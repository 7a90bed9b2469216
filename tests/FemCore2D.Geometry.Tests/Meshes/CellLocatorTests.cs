using FemCore2D.Testing;
using FsCheck.Xunit;

namespace FemCore2D.Geometry.Tests;

[Properties(Arbitrary = [typeof(FieldArbitraries)], MaxTest = 30)]
public class CellLocatorTests
{
    private static readonly Mesh Ring = Mesh.Join(
    [
        QuadrilateralPatch.RingSector(Point2D.Origin, 1, 2, 0, Math.PI, "ring").Divide(1, 2),
        QuadrilateralPatch.RingSector(Point2D.Origin, 1, 2, Math.PI, Math.PI, "ring").Divide(1, 2),
    ]);

    [Property]
    public void FindsTheCellThatAFinePolygonOfItsOutlineContains(Mesh mesh, SquarePoint[] samples)
    {
        // An independent answer: winding numbers of outlines drawn by 100 chords an arc.
        (Point2D low, Point2D high) = mesh.Bounds;
        double doubt = 1e-4 * low.DistanceTo(high);
        foreach (SquarePoint sample in samples.Take(3))
        {
            Point2D point = new(
                low.X + ((high.X - low.X) * ((1.2 * sample.Place.X) - 0.1)),
                low.Y + ((high.Y - low.Y) * ((1.2 * sample.Place.Y) - 0.1)));
            int found = mesh.Locator.CellAt(point);
            int[] holders = [.. Enumerable.Range(0, mesh.CellCount).Where(cell => PolygonContains(mesh, cell, point))];
            bool isDoubtful = Enumerable.Range(0, mesh.EdgeCount).Any(edge => Distance(mesh, edge, point) < doubt);
            if (!isDoubtful)
            {
                Assert.Equal(holders is [int only] ? only : -1, found);
            }
        }
    }

    [Property]
    public void FindsTheFirstOfAllCellsThatContainAPointOnAnEdge(Mesh mesh, SquarePoint sample)
    {
        for (int edge = 0; edge < mesh.EdgeCount; edge += 1 + (mesh.EdgeCount / 40))
        {
            Point2D point = mesh.PointOnEdge(edge, sample.Place.X);
            int brute = -1;
            for (int cell = mesh.CellCount - 1; cell >= 0; cell--)
            {
                brute = mesh.Contains(cell, point) ? cell : brute;
            }

            Assert.Equal(brute, mesh.Locator.CellAt(point));
            if (!mesh.IsOuter(edge))
            {
                Assert.True(brute >= 0, $"The point {point} on edge {edge} fell into a gap.");
            }
        }
    }

    [Property]
    public void ArraysGiveTheSameCellsAsSinglePointsAndReachTheRim(Mesh mesh, SquarePoint[] samples)
    {
        (Point2D low, Point2D high) = mesh.Bounds;
        double reach = 1e-9 * low.DistanceTo(high);
        Point2D[] points =
        [
            .. samples.Select(sample => new Point2D(
                low.X + ((high.X - low.X) * sample.Place.X), low.Y + ((high.Y - low.Y) * sample.Place.Y))),
            .. mesh.OuterEdges.ToArray().Select(edge => mesh.PointOnEdge(edge, 0.3)),
        ];
        int[] cells = new int[points.Length];
        mesh.Locator.CellsAt(points, cells);
        Assert.Equal(points.Select(mesh.Locator.CellAt), cells);

        mesh.Locator.CellsAt(points, cells, reach);
        Assert.DoesNotContain(-1, cells[samples.Length..]);
    }

    [Property]
    public void NearestCellIsTheNearestOfAll(Mesh mesh, SquarePoint sample)
    {
        (Point2D low, Point2D high) = mesh.Bounds;
        Point2D point = new(
            low.X + ((high.X - low.X) * ((3 * sample.Place.X) - 1)), low.Y + ((high.Y - low.Y) * ((3 * sample.Place.Y) - 1)));
        int cell = mesh.Locator.NearestCell(point, out double distance);
        Assert.InRange(cell, 0, mesh.CellCount - 1);

        double nearest = distance;
        if (mesh.Locator.CellAt(point) < 0)
        {
            nearest = Enumerable.Range(0, mesh.EdgeCount).Min(edge => Distance(mesh, edge, point));
        }

        // The chords of a hundredth of a quarter turn leave their arcs by at most an eighth of their length times
        // their sweep, to either side.
        double chordError = 0.01 * mesh.Bounds.Diagonal * (0.01 * 0.5 * Math.PI) / 8;
        Assert.InRange(distance, nearest - chordError, nearest + chordError);
    }

    [Theory]
    [InlineData(1.000001, 0)] // The inner arcs bend into their cells.
    [InlineData(0.999999, -1)]
    [InlineData(1.999999, 0)] // The outer arcs bend out of theirs.
    [InlineData(2.000001, -1)]
    public void ArcsAndNotChordsBoundACell(double radius, int expected)
    {
        Point2D point = Point2D.Origin + (radius * Vector2D.AtAngle(0.25 * Math.PI));
        Assert.Equal(expected, Ring.Locator.CellAt(point));
        Assert.Equal(expected == 0, Ring.Contains(0, point));
    }

    [Fact]
    public void APointWithinRoundingOfTheRimIsFoundByReach()
    {
        Point2D[] outside = [new(2 + 1e-13, 0), new(2.1, 0)];
        int[] cells = new int[2];
        Ring.Locator.CellsAt(outside, cells, 1e-10);
        Assert.Equal([0, -1], cells);
        Assert.Equal(0, Ring.Locator.NearestCell(outside[1], out double distance));
        MeshInvariants.Near(0.1, distance);
    }

    [Fact]
    public void PointsThatAreNotNumbersAreInNoCell()
    {
        Assert.Equal(-1, Ring.Locator.CellAt(new Point2D(double.NaN, 1.5)));
        Assert.Equal(-1, Ring.Locator.NearestCell(new Point2D(double.NaN, 1.5), out _));
        Assert.Throws<ArgumentException>(() => Ring.Locator.CellsAt(new Point2D[2], new int[1]));
        Assert.Throws<ArgumentOutOfRangeException>(() => Ring.Locator.CellsAt(new Point2D[2], new int[2], -1));
    }

    [Fact]
    public void ManyThreadsGetTheSameAnswersFromAFreshMesh()
    {
        Mesh mesh = QuadrilateralPatch.RingSector(Point2D.Origin, 1, 2, 0, 3, "ring").Divide(30, 100);
        Point2D[] points =
        [
            .. Enumerable.Range(0, 20_000).Select(i =>
                Point2D.Origin + ((0.9 + (1.2 * (i % 997) / 997)) * Vector2D.AtAngle(3.1 * (i % 499) / 499))),
        ];
        int[][] answers = new int[8][];
        Parallel.For(0, answers.Length, i =>
        {
            answers[i] = new int[points.Length];
            mesh.Locator.CellsAt(points, answers[i]);
        });
        Assert.All(answers, answer => Assert.Equal(answers[0], answer));
        Assert.Equal(points.Select(point => IsInRing(point)), answers[0].Select(cell => cell >= 0));

        static bool IsInRing(Point2D point) =>
            point.DistanceTo(Point2D.Origin) is >= 1 and <= 2 && Math.Atan2(point.Y, point.X) is >= 0 and <= 3;
    }

    [Fact]
    public void SearchingAllocatesNothing()
    {
        Mesh mesh = QuadrilateralPatch.RingSector(Point2D.Origin, 1, 2, 0, 3, "ring").Divide(20, 50);
        Point2D[] points = [.. Enumerable.Range(0, 1000).Select(i => new Point2D((i / 250.0) - 2, (i % 37) / 15.0))];
        int[] cells = new int[points.Length];
        CellLocator locator = mesh.Locator;
        locator.CellsAt(points, cells, 0.01);
        long before = GC.GetAllocatedBytesForCurrentThread();
        locator.CellsAt(points, cells, 0.01);
        Assert.Equal(before, GC.GetAllocatedBytesForCurrentThread());
    }

    private static bool PolygonContains(Mesh mesh, int cell, Point2D point)
    {
        double winding = 0;
        ReadOnlySpan<int> edges = mesh.EdgesOf(cell);
        for (int i = 0; i < edges.Length; i++)
        {
            bool isForward = mesh.CellsOf(edges[i]).Left == cell;
            int pieces = mesh.SweepRadiansOf(edges[i]) == 0 ? 1 : 100;
            for (int k = 0; k < pieces; k++)
            {
                double from = k / (double)pieces;
                double to = (k + 1) / (double)pieces;
                Vector2D start = mesh.PointOnEdge(edges[i], isForward ? from : 1 - from) - point;
                Vector2D end = mesh.PointOnEdge(edges[i], isForward ? to : 1 - to) - point;
                winding += Math.Atan2(start.Cross(end), start.Dot(end));
            }
        }

        return winding > Math.PI;
    }

    private static double Distance(Mesh mesh, int edge, Point2D point)
    {
        // The distance from the chords between points of the edge.
        double nearest = double.PositiveInfinity;
        int pieces = mesh.SweepRadiansOf(edge) == 0 ? 1 : 100;
        for (int k = 0; k < pieces; k++)
        {
            Point2D start = mesh.PointOnEdge(edge, k / (double)pieces);
            Vector2D chord = mesh.PointOnEdge(edge, (k + 1) / (double)pieces) - start;
            double fraction = Math.Clamp((point - start).Dot(chord) / chord.LengthSquared, 0, 1);
            nearest = Math.Min(nearest, point.DistanceTo(start + (fraction * chord)));
        }

        return nearest;
    }
}
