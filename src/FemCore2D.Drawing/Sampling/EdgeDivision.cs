using FemCore2D.Geometry;

namespace FemCore2D.Drawing;

/// <summary>In how many steps each edge of a mesh is divided so that a picture of a given fineness looks smooth.</summary>
internal static class EdgeDivision
{
    private const double TargetPixels = 6;
    private const double LargestSagitta = 0.12;
    private const int MostSteps = 32;

    /// <summary>Chooses the steps, a power of two for each edge.</summary>
    /// <param name="mesh">The mesh.</param>
    /// <param name="degree">The degree of what is drawn; with a degree of at most 1 only arcs are divided.</param>
    /// <param name="pixelsPerMetre">The scale of the picture.</param>
    public static int[] Choose(Mesh mesh, int degree, double pixelsPerMetre)
    {
        int[] steps = new int[mesh.EdgeCount];
        for (int edge = 0; edge < steps.Length; edge++)
        {
            (int from, int to) = mesh.EndsOf(edge);
            double pixels = mesh.Vertices[from].DistanceTo(mesh.Vertices[to]) * pixelsPerMetre;
            double sweep = Math.Abs(mesh.SweepRadiansOf(edge));

            // The sagitta of a short arc of sweep s over a chord c is c s / 8, and falls with the square of the steps.
            double wanted = Math.Sqrt(pixels * sweep / (8 * LargestSagitta));
            if (degree > 1 || (degree == 1 && mesh.QuadrilateralCount > 0))
                wanted = Math.Max(wanted, Math.Min(MostSteps, pixels / TargetPixels));
            int count = 1;
            while (count < wanted && count < 64)
                count *= 2;
            steps[edge] = count;
        }

        return steps;
    }
}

——————————

** Instructions for the task **
Each line from the top of the material above through the line with "int[] holders = [.." must be echoed exactly, and no other line.

** Expected answer **
repository 7a90bed9b2469216
filename tests/FemCore2D.Geometry.Tests/Meshes/CellLocatorTests.cs
using FemCore2D.Testing;
using FsCheck.Xunit;

namespace FemCore2D.Geometry.Tests;

[Properties(Arbitrary = [typeof(FieldArbitraries)], MaxTest = 30)]
public class CellLocatorTests
{
    private static readonly Mesh Ring = Mesh.Join(
    [
        QuadrilateralPatch.RingSector(Point2D.Origin, 1, 2, 0, Math.PI, "ring").Divide(1, 2),
        QuadrilateralPatch.RingSector(Point2D.Origin, 1, 2, Math.PI, Math.PI, "ring").Divide(1, 2),
    ]);

    [Property]
    public void FindsTheCellThatAFinePolygonOfItsOutlineContains(Mesh mesh, SquarePoint[] samples)
    {
        // An independent answer: winding numbers of outlines drawn by 100 chords an arc.
        (Point2D low, Point2D high) = mesh.Bounds;
        double doubt = 1e-4 * low.DistanceTo(high);
        foreach (SquarePoint sample in samples.Take(3))
        {
            Point2D point = new(
                low.X + ((high.X - low.X) * ((1.2 * sample.Place.X) - 0.1)),
                low.Y + ((high.Y - low.Y) * ((1.2 * sample.Place.Y) - 0.1)));
            int found = mesh.Locator.CellAt(point);
            int[] holders = [.. Enumerable.Range(0, mesh.CellCount).Where(cell => PolygonContains(mesh, cell, point))];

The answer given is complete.